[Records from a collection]
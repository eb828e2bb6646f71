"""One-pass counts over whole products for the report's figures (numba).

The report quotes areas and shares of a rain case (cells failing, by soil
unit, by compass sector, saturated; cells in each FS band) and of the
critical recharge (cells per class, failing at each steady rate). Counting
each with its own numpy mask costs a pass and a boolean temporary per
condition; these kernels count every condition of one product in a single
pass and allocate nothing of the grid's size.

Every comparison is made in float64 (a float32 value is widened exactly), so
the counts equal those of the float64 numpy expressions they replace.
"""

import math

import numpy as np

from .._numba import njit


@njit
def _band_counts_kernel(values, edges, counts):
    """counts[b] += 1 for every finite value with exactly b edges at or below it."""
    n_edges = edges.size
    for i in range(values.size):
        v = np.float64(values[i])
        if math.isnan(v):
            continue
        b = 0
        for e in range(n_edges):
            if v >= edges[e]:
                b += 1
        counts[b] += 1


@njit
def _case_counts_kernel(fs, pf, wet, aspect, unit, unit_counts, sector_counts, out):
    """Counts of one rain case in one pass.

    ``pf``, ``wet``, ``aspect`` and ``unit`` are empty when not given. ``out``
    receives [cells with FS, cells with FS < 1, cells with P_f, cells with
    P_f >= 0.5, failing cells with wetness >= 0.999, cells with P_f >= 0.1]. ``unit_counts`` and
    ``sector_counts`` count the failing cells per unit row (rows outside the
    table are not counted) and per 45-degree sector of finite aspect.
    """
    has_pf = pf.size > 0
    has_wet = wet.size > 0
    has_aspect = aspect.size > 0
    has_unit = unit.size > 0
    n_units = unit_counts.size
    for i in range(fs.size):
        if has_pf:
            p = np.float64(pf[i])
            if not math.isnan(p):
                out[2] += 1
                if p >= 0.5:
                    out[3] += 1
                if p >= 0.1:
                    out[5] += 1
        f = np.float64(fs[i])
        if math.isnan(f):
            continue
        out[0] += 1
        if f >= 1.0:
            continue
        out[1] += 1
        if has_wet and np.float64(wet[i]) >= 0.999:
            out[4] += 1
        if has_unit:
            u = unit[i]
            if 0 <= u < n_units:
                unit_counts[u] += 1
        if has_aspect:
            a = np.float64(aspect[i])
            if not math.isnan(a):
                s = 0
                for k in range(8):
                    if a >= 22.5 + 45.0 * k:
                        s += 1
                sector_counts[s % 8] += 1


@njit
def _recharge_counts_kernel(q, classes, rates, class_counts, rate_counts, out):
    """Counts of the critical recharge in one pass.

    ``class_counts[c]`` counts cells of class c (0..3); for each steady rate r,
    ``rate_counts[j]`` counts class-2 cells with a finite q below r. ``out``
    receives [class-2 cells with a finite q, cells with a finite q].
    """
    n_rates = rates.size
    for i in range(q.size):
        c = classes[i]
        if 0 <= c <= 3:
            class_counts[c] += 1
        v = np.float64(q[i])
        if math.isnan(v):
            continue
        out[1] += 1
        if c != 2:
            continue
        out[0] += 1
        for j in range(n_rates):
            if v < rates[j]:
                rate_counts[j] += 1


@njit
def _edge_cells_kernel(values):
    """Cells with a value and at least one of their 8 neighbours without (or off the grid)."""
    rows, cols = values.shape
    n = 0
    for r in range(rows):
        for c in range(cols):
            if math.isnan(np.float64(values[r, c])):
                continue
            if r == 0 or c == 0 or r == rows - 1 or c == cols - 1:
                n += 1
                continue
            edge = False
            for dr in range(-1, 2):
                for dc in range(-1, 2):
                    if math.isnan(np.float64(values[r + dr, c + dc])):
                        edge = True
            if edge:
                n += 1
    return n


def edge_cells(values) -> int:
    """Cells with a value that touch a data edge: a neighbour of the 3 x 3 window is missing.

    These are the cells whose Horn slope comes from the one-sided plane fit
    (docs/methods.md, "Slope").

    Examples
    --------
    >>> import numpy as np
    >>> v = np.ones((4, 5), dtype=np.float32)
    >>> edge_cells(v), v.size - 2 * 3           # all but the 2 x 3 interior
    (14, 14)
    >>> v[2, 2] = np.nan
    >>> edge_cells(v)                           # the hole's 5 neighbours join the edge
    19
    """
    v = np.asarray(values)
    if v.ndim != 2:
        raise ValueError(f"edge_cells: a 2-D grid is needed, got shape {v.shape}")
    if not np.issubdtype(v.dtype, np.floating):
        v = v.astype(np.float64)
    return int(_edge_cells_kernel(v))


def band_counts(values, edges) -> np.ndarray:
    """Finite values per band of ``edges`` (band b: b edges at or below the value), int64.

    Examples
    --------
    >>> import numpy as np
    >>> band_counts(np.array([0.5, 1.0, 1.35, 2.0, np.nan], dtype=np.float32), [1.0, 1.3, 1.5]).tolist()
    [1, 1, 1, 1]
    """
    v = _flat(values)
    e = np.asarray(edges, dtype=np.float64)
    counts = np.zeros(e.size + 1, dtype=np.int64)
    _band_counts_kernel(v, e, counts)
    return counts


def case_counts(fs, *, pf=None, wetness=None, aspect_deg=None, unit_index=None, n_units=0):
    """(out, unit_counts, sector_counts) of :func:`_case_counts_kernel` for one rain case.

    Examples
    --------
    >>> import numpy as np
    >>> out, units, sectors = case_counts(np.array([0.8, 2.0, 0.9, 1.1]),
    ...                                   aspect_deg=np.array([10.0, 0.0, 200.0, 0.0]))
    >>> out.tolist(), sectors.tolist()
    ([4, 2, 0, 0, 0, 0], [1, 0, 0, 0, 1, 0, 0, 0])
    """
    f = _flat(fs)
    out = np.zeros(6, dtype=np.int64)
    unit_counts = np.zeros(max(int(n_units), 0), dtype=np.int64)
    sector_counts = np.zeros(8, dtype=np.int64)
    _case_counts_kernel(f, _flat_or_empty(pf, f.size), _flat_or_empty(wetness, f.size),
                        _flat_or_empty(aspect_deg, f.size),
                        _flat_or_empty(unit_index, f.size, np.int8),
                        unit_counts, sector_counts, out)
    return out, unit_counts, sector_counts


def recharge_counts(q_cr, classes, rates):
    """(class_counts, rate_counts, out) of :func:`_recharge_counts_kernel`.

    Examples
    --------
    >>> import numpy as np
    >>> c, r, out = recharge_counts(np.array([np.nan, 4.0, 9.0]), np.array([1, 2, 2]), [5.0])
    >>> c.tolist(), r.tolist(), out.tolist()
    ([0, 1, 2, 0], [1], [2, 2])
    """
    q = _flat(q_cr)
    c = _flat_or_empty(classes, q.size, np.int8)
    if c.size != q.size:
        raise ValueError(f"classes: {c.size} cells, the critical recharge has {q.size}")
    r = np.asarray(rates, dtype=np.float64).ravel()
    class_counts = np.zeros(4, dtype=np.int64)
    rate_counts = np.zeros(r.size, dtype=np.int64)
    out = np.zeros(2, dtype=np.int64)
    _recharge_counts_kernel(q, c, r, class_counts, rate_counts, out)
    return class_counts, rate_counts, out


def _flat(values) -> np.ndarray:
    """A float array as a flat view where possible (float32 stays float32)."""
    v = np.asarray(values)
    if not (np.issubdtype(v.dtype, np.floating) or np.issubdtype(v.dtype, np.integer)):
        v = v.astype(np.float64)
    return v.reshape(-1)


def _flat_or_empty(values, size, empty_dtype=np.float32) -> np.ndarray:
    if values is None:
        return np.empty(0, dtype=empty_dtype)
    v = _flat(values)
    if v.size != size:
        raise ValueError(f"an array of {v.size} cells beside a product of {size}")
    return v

--

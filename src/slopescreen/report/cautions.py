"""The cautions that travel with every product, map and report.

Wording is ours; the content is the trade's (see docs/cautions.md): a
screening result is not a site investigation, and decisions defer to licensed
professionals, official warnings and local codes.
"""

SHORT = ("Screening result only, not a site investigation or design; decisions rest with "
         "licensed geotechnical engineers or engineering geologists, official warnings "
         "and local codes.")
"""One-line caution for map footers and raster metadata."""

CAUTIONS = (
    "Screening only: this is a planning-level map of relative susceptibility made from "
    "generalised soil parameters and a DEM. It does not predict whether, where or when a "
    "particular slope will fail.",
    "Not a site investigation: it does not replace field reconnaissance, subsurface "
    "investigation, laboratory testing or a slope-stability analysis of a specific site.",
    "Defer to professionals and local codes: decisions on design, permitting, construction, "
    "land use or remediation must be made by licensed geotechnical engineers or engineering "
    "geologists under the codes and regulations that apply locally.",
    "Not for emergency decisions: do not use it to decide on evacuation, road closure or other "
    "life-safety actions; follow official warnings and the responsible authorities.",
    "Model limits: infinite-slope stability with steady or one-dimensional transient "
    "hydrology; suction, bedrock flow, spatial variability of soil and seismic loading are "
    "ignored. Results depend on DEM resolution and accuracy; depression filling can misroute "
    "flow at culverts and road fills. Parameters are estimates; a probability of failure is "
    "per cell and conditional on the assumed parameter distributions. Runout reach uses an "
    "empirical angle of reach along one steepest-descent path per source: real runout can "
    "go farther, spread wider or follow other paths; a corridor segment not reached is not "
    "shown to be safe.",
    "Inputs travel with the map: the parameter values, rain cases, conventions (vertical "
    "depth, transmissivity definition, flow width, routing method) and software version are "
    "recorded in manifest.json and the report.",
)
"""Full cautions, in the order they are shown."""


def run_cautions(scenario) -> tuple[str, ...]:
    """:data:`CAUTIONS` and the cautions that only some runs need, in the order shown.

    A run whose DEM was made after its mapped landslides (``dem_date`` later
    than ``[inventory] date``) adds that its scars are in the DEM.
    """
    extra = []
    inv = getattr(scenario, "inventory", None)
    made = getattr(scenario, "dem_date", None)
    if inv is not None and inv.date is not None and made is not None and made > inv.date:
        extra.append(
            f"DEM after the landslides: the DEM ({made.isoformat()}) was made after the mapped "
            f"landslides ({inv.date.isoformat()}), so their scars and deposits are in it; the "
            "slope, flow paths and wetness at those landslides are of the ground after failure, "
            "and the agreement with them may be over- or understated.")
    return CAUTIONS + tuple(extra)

:: How to complete this task ::
Identify the lines in the entries above that contain "receives", then copy them out.

:: Reply to the exercise ::
    receives [cells with FS, cells with FS < 1, cells with P_f, cells with
    receives [class-2 cells with a finite q, cells with a finite q].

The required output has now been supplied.